**Work order**
Please copy out each line of the entries in which "rampwise" appears.

**Data to process**
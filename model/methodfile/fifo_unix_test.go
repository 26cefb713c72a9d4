//go:build unix

package methodfile

import (
	"path/filepath"
	"strings"
	"syscall"
	"testing"
	"time"
)

// Opening a FIFO as a method refuses at once instead of waiting for a
// writer that never comes.
func TestReadFileRefusesFIFO(t *testing.T) {
	p := filepath.Join(t.TempDir(), "m.toml")
	if err := syscall.Mkfifo(p, 0o644); err != nil {
		t.Skip(err)
	}
	done := make(chan error, 1)
	go func() { _, err := ReadFile(p); done <- err }()
	select {
	case err := <-done:
		if err == nil || !strings.Contains(err.Error(), "FIFO") || !strings.HasPrefix(err.Error(), p) {
			t.Errorf("error %v", err)
		}
	case <-time.After(5 * time.Second):
		t.Fatal("ReadFile blocked on a FIFO")
	}
}
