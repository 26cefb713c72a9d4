package methodfile

import (
	"fmt"
	"math"

	"github.com/rampwise/rampwise/model"
	"github.com/rampwise/rampwise/model/format"
)

// kindRules are the [column] ranges of one column kind (MODEL.md §10-11).
type kindRules struct {
	length, diameter, film bound
	filmRequired           bool
	filmDefault            float64 // µm, when not required
	filmWord               string  // what film_um is for this kind
	diffusivity            float64 // default stationary_diffusivity_m2_s
}

// rulesFor gives the ranges of a kind: a wall-coated tube up to 1 mm with a
// film up to 50 µm; a porous-layer tube with a 1-60 µm layer and a layer
// diffusivity of 1e-7 m²/s (MODEL.md §11); a packed tube of 1-6 mm and
// 0.3-10 m with an effective liquid film of 1 µm by default (§10).
func rulesFor(kind model.ColumnKind) kindRules {
	switch kind {
	case model.Packed:
		return kindRules{
			length:      bound{lo: 0.3, hi: 10},
			diameter:    bound{lo: 1, hi: 6},
			film:        bound{lo: 0.01, hi: 20},
			filmDefault: model.DefaultPackedFilm * 1e6,
			filmWord:    "liquid film",
			diffusivity: model.DefaultDs,
		}
	case model.PorousLayer:
		return kindRules{
			length:       bound{lo: 0.1, hi: 300},
			diameter:     bound{lo: 0.01, hi: 1.0},
			film:         bound{lo: 1, hi: 60},
			filmRequired: true,
			filmWord:     "layer",
			diffusivity:  model.DefaultLayerDs,
		}
	}
	return kindRules{
		length:       bound{lo: 0.1, hi: 300},
		diameter:     bound{lo: 0.01, hi: 1.0},
		film:         bound{lo: 0.01, hi: 50},
		filmRequired: true,
		filmWord:     "film",
		diffusivity:  model.DefaultDs,
	}
}

// packedKeys reads the packed-column keys of [column] (MODEL.md §10): on a
// packed column particle_um (50-400 µm) and phase_ratio (2-200) are
// required, porosity (0.30-0.50, default 0.40) and the van Deemter factors
// eddy_lambda (default 0.8), obstruction_gamma (0.7) and mobile_omega (0.1)
// optional; on an open tube each of them is an error naming the key.
func (v *validator) packedKeys(c *rawColumn, m *Method) {
	if m.Column.Kind != model.Packed {
		for _, k := range []struct {
			key   string
			given bool
		}{
			{"particle_um", c.ParticleUM != nil}, {"porosity", c.Porosity != nil}, {"phase_ratio", c.PhaseRatio != nil},
			{"eddy_lambda", c.EddyLambda != nil}, {"obstruction_gamma", c.ObstrGamma != nil}, {"mobile_omega", c.MobileOmega != nil},
		} {
			if k.given {
				v.fail("column."+k.key, "does not belong to a %s column (it is a packed column's key: set kind = \"packed\" or remove it)", m.Column.Kind)
			}
		}
		return
	}
	col := &m.Column
	col.ParticleUM = v.opt("column.particle_um", c.ParticleUM, true, 165)
	col.HasParticle = c.ParticleUM != nil
	col.PhaseRatio = v.opt("column.phase_ratio", c.PhaseRatio, true, 15)
	col.HasPhaseRatio = c.PhaseRatio != nil
	col.Porosity = v.opt("column.porosity", c.Porosity, false, model.DefaultPorosity)
	col.HasPorosity = c.Porosity != nil
	col.EddyLambda = v.opt("column.eddy_lambda", c.EddyLambda, false, model.DefaultEddyFactor)
	col.ObstructionGamma = v.opt("column.obstruction_gamma", c.ObstrGamma, false, model.DefaultObstructionFactor)
	col.MobileOmega = v.opt("column.mobile_omega", c.MobileOmega, false, model.DefaultMobileFactor)
}

// checkKind checks the [column] values against the ranges of its kind
// (Validate's part of the kind rules; packedKeys refuses a key that does
// not belong to the kind when the file is read).
func (v *validator) checkKind(m *Method) {
	c := &m.Column
	if v.err == nil && !validChoice(c.Kind, model.ColumnKinds) {
		v.fail("column.kind", "%s is not one of wall-coated, packed, porous-layer", quoted(c.Kind.String()))
		return
	}
	kr := rulesFor(c.Kind)
	v.in("column.length_m", c.LengthM, kr.length.rng("m"), "")
	v.in("column.diameter_mm", c.DiameterMM, kr.diameter.rng("mm"), "")
	v.in("column.film_um", c.FilmUM, kr.film.rng("µm"), "")
	if v.err == nil && c.Kind != model.Packed && c.FilmUM*1e-3 >= c.DiameterMM/2 {
		v.fail("column.film_um", "%s %s µm is thicker than the column radius (%s mm diameter)", kr.filmWord, fmtNum(c.FilmUM), fmtNum(c.DiameterMM))
	}
	if c.Kind != model.Packed {
		for _, k := range []struct {
			key   string
			given bool
		}{{"particle_um", c.HasParticle}, {"porosity", c.HasPorosity}, {"phase_ratio", c.HasPhaseRatio}} {
			if v.err == nil && k.given {
				v.fail("column."+k.key, "does not belong to a %s column (it is a packed column's key: set kind = \"packed\" or remove it)", c.Kind)
			}
		}
		return
	}
	v.in("column.particle_um", c.ParticleUM, closed(50, 400, "µm"), "")
	v.in("column.phase_ratio", c.PhaseRatio, closed(2, 200, ""), "")
	v.in("column.porosity", c.Porosity, closed(0.30, 0.50, ""), "")
	// zero would mean "default" in the model, so the factors are positive
	v.in("column.eddy_lambda", c.EddyLambda, rng{lo: 0, hi: 10, loOpen: true}, "")
	v.in("column.obstruction_gamma", c.ObstructionGamma, rng{lo: 0, hi: 2, loOpen: true}, "")
	v.in("column.mobile_omega", c.MobileOmega, rng{lo: 0, hi: 10, loOpen: true}, "")
}

// rng is the bound with its unit, for Validate's messages.
func (b bound) rng(unit string) rng {
	return rng{lo: b.lo, hi: b.hi, loOpen: b.loOpen, hiOpen: b.hiOpen, unit: unit}
}

// Describe is a short description of the column for screens and sheets,
// e.g. "packed 2 m × 2 mm (165 µm particles, porosity 0.4, phase ratio 15)";
// a wall-coated column is "30 m × 0.25 mm × 0.25 µm".
func (c Column) Describe() string {
	switch c.Kind {
	case model.Packed:
		return fmt.Sprintf("packed %s m × %s mm (%s µm particles, porosity %s, phase ratio %s)",
			fmtNum(c.LengthM), fmtNum(c.DiameterMM), fmtNum(c.ParticleUM), fmtNum(c.Porosity), fmtNum(c.PhaseRatio))
	case model.PorousLayer:
		return fmt.Sprintf("porous-layer %s m × %s mm × %s µm layer", fmtNum(c.LengthM), fmtNum(c.DiameterMM), fmtNum(c.FilmUM))
	}
	return fmt.Sprintf("%s m × %s mm × %s µm", fmtNum(c.LengthM), fmtNum(c.DiameterMM), fmtNum(c.FilmUM))
}

// Describe is the carrier in a few words: "helium 1.2 mL/min constant
// flow" or "hydrogen 80 kPa constant pressure", with ", vacuum outlet" for a
// vacuum outlet.
func (g Carrier) Describe() string { return g.describe(fmtNum(g.FlowMLMin), fmtNum(g.InletKPa)) }

// DescribeAt is Describe with the flow and pressure written at the keypad
// step of limits l (flow_step_ml_min, pressure_step_kpa): "helium 1.20
// mL/min constant flow" beside an optimized "2.15", as the instrument
// takes them.
func (g Carrier) DescribeAt(l Limits) string {
	return g.describe(format.OnStep(g.FlowMLMin, l.Step(model.CarrierFlow)), format.OnStep(g.InletKPa, l.Step(model.InletPressure)))
}

func (g Carrier) describe(flow, kpa string) string {
	s := fmt.Sprintf("%s %s mL/min constant flow", g.Gas, flow)
	if g.Mode == model.ConstantPressure {
		s = fmt.Sprintf("%s %s kPa constant pressure", g.Gas, kpa)
	}
	if g.Outlet == model.VacuumOutlet {
		s += ", vacuum outlet"
	}
	return s
}

// Describe is the oven program in one line, at the precision the oven
// takes: "50 °C (1 min) → 12 °C/min → 240 °C (2 min)".
func (o Oven) Describe() string {
	r2 := func(x float64, d int) string {
		p := math.Pow(10, float64(d))
		return fmtNum(math.Round(x*p) / p)
	}
	s := fmt.Sprintf("%s °C (%s min)", r2(o.InitialC, 2), r2(o.InitialHoldMin, 3))
	for _, r := range o.Ramps {
		s += fmt.Sprintf(" → %s °C/min → %s °C (%s min)", r2(r.RateCMin, 2), r2(r.FinalC, 2), r2(r.HoldMin, 3))
	}
	return s
}

// Describe is the column, its phase and limit, and the carrier in one line:
// what the command outputs, the figure and the sheet head with.
func (m *Method) Describe() string {
	phase := m.Column.Phase
	if phase == "" {
		phase = "phase not named"
	}
	return fmt.Sprintf("%s %s (max %s °C) · %s", m.Column.Describe(), phase, fmtNum(m.Column.MaxTempC), m.Carrier.DescribeAt(m.Limits))
}
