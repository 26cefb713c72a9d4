// Package methodfile reads and writes rampwise method files (TOML, see the
// project's FORMAT.md). Decoding is strict: an unknown key, a wrong type, a
// missing required key or a value out of range is an error naming the file,
// line and key, and nothing is half-loaded. Saving is atomic.
//
// A Method keeps the file's own units (°C, min, mm, µm, kPa gauge, mL/min) so
// that reading, writing and reading again gives the same values exactly; the
// model's SI types are built from it on demand.
package methodfile

import (
	"fmt"
	"math"
	"reflect"

	"github.com/rampwise/rampwise/model"
)

// Column is the [column] table.
type Column struct {
	LengthM     float64
	DiameterMM  float64
	FilmUM      float64
	Phase       string
	MaxTempC    float64
	Diffusivity float64 // stationary_diffusivity_m2_s, default 1.0e-9
	PlateHeight float64 // plate_height_factor, default 1.0
	CapacityNG  float64 // capacity_ng; 0 = estimate
	HasCapacity bool
	// Kind is wall-coated (default), packed or porous-layer (MODEL.md §10-11).
	Kind model.ColumnKind
	// MaxIsothermalC bounds every hold (max_isothermal_c); MaxTempC bounds
	// the programmed maximum. HasMaxIsothermal is false when not given.
	MaxIsothermalC   float64
	HasMaxIsothermal bool
	// Packed columns (MODEL.md §10): particle diameter, interparticle
	// porosity (default 0.40), phase ratio, and the van Deemter constants
	// (defaults 0.8, 0.7, 0.1).
	ParticleUM       float64
	Porosity         float64
	PhaseRatio       float64
	EddyLambda       float64
	ObstructionGamma float64
	MobileOmega      float64
	HasParticle      bool
	HasPorosity      bool
	HasPhaseRatio    bool
}

// Carrier is the [carrier] table.
type Carrier struct {
	Gas         model.Gas
	Mode        model.PressureMode
	FlowMLMin   float64
	InletKPa    float64 // gauge
	Outlet      model.Outlet
	AmbientKPa  float64
	InitialBand float64 // s
}

// Ramp is one [[oven.ramp]] (°C/min, °C, min).
type Ramp = model.FileRamp

// Oven is the [oven] table: a program in the file's units
// (model.FileProgram, the one conversion to and from model.Program).
type Oven model.FileProgram

// Limits is the [limits] table, defaults applied.
type Limits struct {
	OvenMinC         float64 // default: ambient + 10 °C
	MaxRateCMin      float64 // default 100
	MaxHoldMin       float64 // default 10
	AmbientC         float64 // default 25
	CooldownTauMin   float64 // default 2.0
	EquilibrationMin float64 // default 0.5
	MaxInletKPa      float64 // default 690 (gauge)
	CoolantC         float64 // coolant_c: lowest oven temperature with a coolant
	HasCoolant       bool
	MinInletKPa      float64 // default 0 (gauge): inlets cannot regulate below ambient
	MinFlowMLMin     float64 // 0 = not given (the optimizer derives a range)
	MaxFlowMLMin     float64 // 0 = not given
	// Oven keypad steps: every value the optimizer saves lies on them.
	TempStepC       float64 // default 0.1
	RateStepCMin    float64 // default 0.1
	HoldStepMin     float64 // default 0.01
	FlowStepMLMin   float64 // default 0.01
	PressureStepKPa float64 // default 0.1
	// RateBands lower the ramp-rate limit above a temperature, in
	// increasing AboveC.
	RateBands []RateBand
}

// RateBand is one [[limits.rate_band]]: above AboveC the oven heats at most
// at MaxRateCMin.
type RateBand struct {
	AboveC      float64
	MaxRateCMin float64
}

// Robust is the [goal.robust] table, defaults applied: the tolerances the
// optimizer's target must survive. Zero means off.
type Robust struct {
	OvenOffsetC        float64 // oven hotter/colder by this throughout, °C
	FlowPct            float64 // flow (or inlet gauge pressure) ± this %
	EfficiencyPct      float64 // plate-height factor up by this %
	RetentionSigma     float64 // z: ln k shifted by ± z standard errors
	PriorDHkJ          float64 // default 2.0: uncertainty of entered dH without dH_se
	PriorDS            float64 // default 4.0: uncertainty of entered dS without dS_se
	RetentionTimeSDMin float64 // default 0.002: assumed when a fit has no residual freedom
}

// Goal is the [goal] table, defaults applied.
type Goal struct {
	MinResolution float64 // default 1.5
	Objective     model.Objective
	Ramps         int                  // default: the oven's ramp count, 1..5
	TailMin       float64              // default 0.5
	Lock          []model.ProgramValue // program values held fixed
	MinFirstK     float64              // default 0.5: first target's k at elution at least this
	BakeoutC      float64              // bake-out temperature for late non-targets
	BakeoutMin    float64              // bake-out hold, default 0
	HasBakeout    bool
	Robust        Robust
}

// Injection is the optional [injection] table.
type Injection struct {
	Present       bool
	VolumeUL      float64 // default 1.0
	SplitRatio    float64 // default 0 = splitless
	InletTempC    float64
	DetectorTempC float64
	HasInletTemp  bool
	HasDetector   bool
}

// Compound is one [[compound]].
type Compound struct {
	Name          string
	Formula       string
	AromaticRings int
	DHkJ          float64
	DS            float64
	DCp           float64
	RefTempC      float64 // default 100
	Amount        float64 // default 1
	Target        bool    // default true
	Concentration float64 // mg/mL
	HasConc       bool
	// Retention-index keys.
	AlkaneCarbons  int // 0 = not a ladder alkane
	RetentionIndex float64
	IndexTempC     float64
	HasIndexTemp   bool
	// FromIndex is true when dH and dS were not in the file and were derived
	// from the retention index and the ladder (ln K between the two
	// bracketing ladder alkanes, index.go).
	FromIndex bool
	// FromFormula is true when the file gave neither dH and dS nor a
	// retention index, only a formula: dH and dS are then a rough estimate
	// (FormulaEstimate) with a large uncertainty.
	FromFormula bool
	// Standard errors of dH (kJ/mol) and dS (J/(mol·K)) and their
	// correlation, written by fit; HasSE is false when the file has none.
	DHSE     float64
	DSSE     float64
	DHDSCorr float64
	HasSE    bool
}

// Method is a whole method file.
type Method struct {
	Title     string
	Notes     string
	Column    Column
	Carrier   Carrier
	Oven      Oven
	Limits    Limits
	Goal      Goal
	Injection Injection
	Compounds []Compound

	// where the method was read from, so that Validate names the file and
	// line of a key (empty for a method made in code)
	file string
	loc  Locations
}

// Source is the name of the file the method was read from ("" if none).
func (m *Method) Source() string { return m.file }

// Clone returns a deep copy.
func (m *Method) Clone() *Method {
	c := *m
	c.Oven.Ramps = append([]Ramp(nil), m.Oven.Ramps...)
	c.Goal.Lock = append([]model.ProgramValue(nil), m.Goal.Lock...)
	c.Limits.RateBands = append([]RateBand(nil), m.Limits.RateBands...)
	c.Compounds = append([]Compound(nil), m.Compounds...)
	return &c
}

const kPa = 1000.0

// ModelColumn is the column in SI units.
func (m *Method) ModelColumn() model.Column {
	c := model.Column{
		Kind:                  m.Column.Kind,
		Length:                m.Column.LengthM,
		Diameter:              m.Column.DiameterMM * 1e-3,
		Film:                  m.Column.FilmUM * 1e-6,
		MaxTemp:               m.Column.MaxTempC + model.ZeroCelsius,
		StationaryDiffusivity: m.Column.Diffusivity,
		PlateHeightFactor:     m.Column.PlateHeight,
	}
	if c.Kind == model.Packed {
		c.Particle = m.Column.ParticleUM * 1e-6
		c.Porosity = m.Column.Porosity
		c.GivenPhaseRatio = m.Column.PhaseRatio
		c.EddyFactor = m.Column.EddyLambda
		c.ObstructionFactor = m.Column.ObstructionGamma
		c.MobileFactor = m.Column.MobileOmega
	}
	return c
}

// ModelCarrier is the carrier in SI units.
func (m *Method) ModelCarrier() (model.Carrier, error) {
	c := model.Carrier{
		Gas:         m.Carrier.Gas,
		Mode:        m.Carrier.Mode,
		Flow:        m.Carrier.FlowMLMin * 1e-6 / 60,
		InletGauge:  m.Carrier.InletKPa * kPa,
		Vacuum:      m.Carrier.Outlet.Vacuum(),
		Ambient:     m.Carrier.AmbientKPa * kPa,
		InitialBand: m.Carrier.InitialBand,
	}
	return c, nil
}

// ModelProgram is the oven program in SI units.
func (m *Method) ModelProgram() model.Program {
	return ProgramToModel(m.Oven)
}

// ProgramToModel converts an oven program to SI units
// (model.FileProgram.Program, not rounded).
func ProgramToModel(o Oven) model.Program { return model.FileProgram(o).Program() }

// ProgramFromModel converts a model program to file units
// (model.FileProgramOf: each value to 12 significant digits, so that a
// value typed or on a keypad step comes back exactly as typed).
func ProgramFromModel(p model.Program) Oven { return Oven(model.FileProgramOf(p)) }

// ModelOven is the cool-down behaviour in SI units; with a coolant the oven
// cools toward it (MODEL.md §12).
func (m *Method) ModelOven() model.Oven {
	o := model.Oven{
		Ambient:       m.Limits.AmbientC + model.ZeroCelsius,
		CooldownTau:   m.Limits.CooldownTauMin * 60,
		Equilibration: m.Limits.EquilibrationMin * 60,
	}
	if m.Limits.HasCoolant {
		o.Coolant = m.Limits.CoolantC + model.ZeroCelsius
	}
	return o
}

// ModelCompounds converts the compounds to SI units. Every compound must
// have its dH and dS (given, or derived from its retention index on load).
func (m *Method) ModelCompounds() ([]model.Compound, error) {
	out := make([]model.Compound, len(m.Compounds))
	for i, c := range m.Compounds {
		mc := model.Compound{
			Name:    c.Name,
			DH:      c.DHkJ * 1000,
			DS:      c.DS,
			DCp:     c.DCp,
			RefTemp: c.RefTempC + model.ZeroCelsius,
			Amount:  c.Amount,
			Target:  c.Target,
		}
		if c.Formula != "" {
			f, err := model.ParseFormula(c.Formula, c.AromaticRings)
			if err != nil {
				return nil, fmt.Errorf("compound %s: %v", quoted(c.Name), err)
			}
			mc.MolarMass, mc.DiffusionVolume = f.MolarMass, f.Volume
		}
		out[i] = mc
	}
	return out, nil
}

// System builds the model's System (tables included) for the method.
func (m *Method) System() (*model.System, error) {
	car, err := m.ModelCarrier()
	if err != nil {
		return nil, err
	}
	cond, err := model.NewConditions(m.ModelColumn(), car)
	if err != nil {
		return nil, err
	}
	comps, err := m.ModelCompounds()
	if err != nil {
		return nil, err
	}
	return model.NewSystem(cond, comps, m.ModelOven())
}

// Locked reports whether the goal locks the program value.
func (g Goal) Locked(v model.ProgramValue) bool {
	for _, x := range g.Lock {
		if x == v {
			return true
		}
	}
	return false
}

// KeypadRound rounds a program to what an oven's keypad takes: 0.01 °C,
// 0.01 °C/min and 0.001 min. Final temperatures, rates and holds round
// down, so no rounded value passes a limit the exact one respected.
func KeypadRound(o Oven) Oven {
	r := Oven{InitialC: roundTo(o.InitialC, 100), InitialHoldMin: roundTo(o.InitialHoldMin, 1000)}
	for _, rp := range o.Ramps {
		r.Ramps = append(r.Ramps, Ramp{
			RateCMin: math.Floor(rp.RateCMin*100) / 100,
			FinalC:   math.Floor(rp.FinalC*100) / 100,
			HoldMin:  math.Floor(rp.HoldMin*1000) / 1000,
		})
	}
	return r
}

func roundTo(x, scale float64) float64 { return math.Round(x*scale) / scale }

// Value is the program or carrier value v of the method, in file units
// (°C, min, °C/min, mL/min, kPa); ok is false for a ramp the program does
// not have.
func (m *Method) Value(v model.ProgramValue) (x float64, ok bool) {
	p := m.valuePtr(v)
	if p == nil {
		return 0, false
	}
	return *p, true
}

// SetValue sets the program or carrier value v of the method (file units).
// It reports an error for a ramp the program does not have, or a carrier
// value of the other pressure mode; the value itself is checked by Validate.
func (m *Method) SetValue(v model.ProgramValue, x float64) error {
	switch {
	case v.Kind == model.CarrierFlow && m.Carrier.Mode != model.ConstantFlow:
		return fmt.Errorf("%s applies only in constant-flow mode", v)
	case v.Kind == model.InletPressure && m.Carrier.Mode != model.ConstantPressure:
		return fmt.Errorf("%s applies only in constant-pressure mode", v)
	}
	p := m.valuePtr(v)
	if p == nil {
		return fmt.Errorf("%s: the program has %d ramps (use %s)", v, len(m.Oven.Ramps), model.ValueNames(m.Values()))
	}
	*p = x
	return nil
}

// Values lists the values of the method a sweep may vary: the program's,
// then the carrier's flow or inlet pressure (whichever the mode uses).
func (m *Method) Values() []model.ProgramValue {
	vs := model.ProgramValues(len(m.Oven.Ramps))
	if m.Carrier.Mode == model.ConstantPressure {
		return append(vs, model.ProgramValue{Kind: model.InletPressure})
	}
	return append(vs, model.ProgramValue{Kind: model.CarrierFlow})
}

func (m *Method) valuePtr(v model.ProgramValue) *float64 {
	switch v.Kind {
	case model.InitialTemp:
		return &m.Oven.InitialC
	case model.InitialHold:
		return &m.Oven.InitialHoldMin
	case model.CarrierFlow:
		return &m.Carrier.FlowMLMin
	case model.InletPressure:
		return &m.Carrier.InletKPa
	}
	if !v.Kind.PerRamp() || v.Ramp < 1 || v.Ramp > len(m.Oven.Ramps) {
		return nil
	}
	r := &m.Oven.Ramps[v.Ramp-1]
	switch v.Kind {
	case model.RampRate:
		return &r.RateCMin
	case model.RampFinal:
		return &r.FinalC
	}
	return &r.HoldMin
}

// Equal reports whether two methods hold the same values (where each was
// read from does not count).
func (m *Method) Equal(o *Method) bool {
	if m == nil || o == nil {
		return m == o
	}
	a, b := *m, *o
	a.file, a.loc, b.file, b.loc = "", nil, "", nil
	return reflect.DeepEqual(&a, &b)
}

**Result of the task**
	"github.com/rampwise/rampwise/model"
	"github.com/rampwise/rampwise/model/format"
// Package methodfile reads and writes rampwise method files (TOML, see the
	"github.com/rampwise/rampwise/model"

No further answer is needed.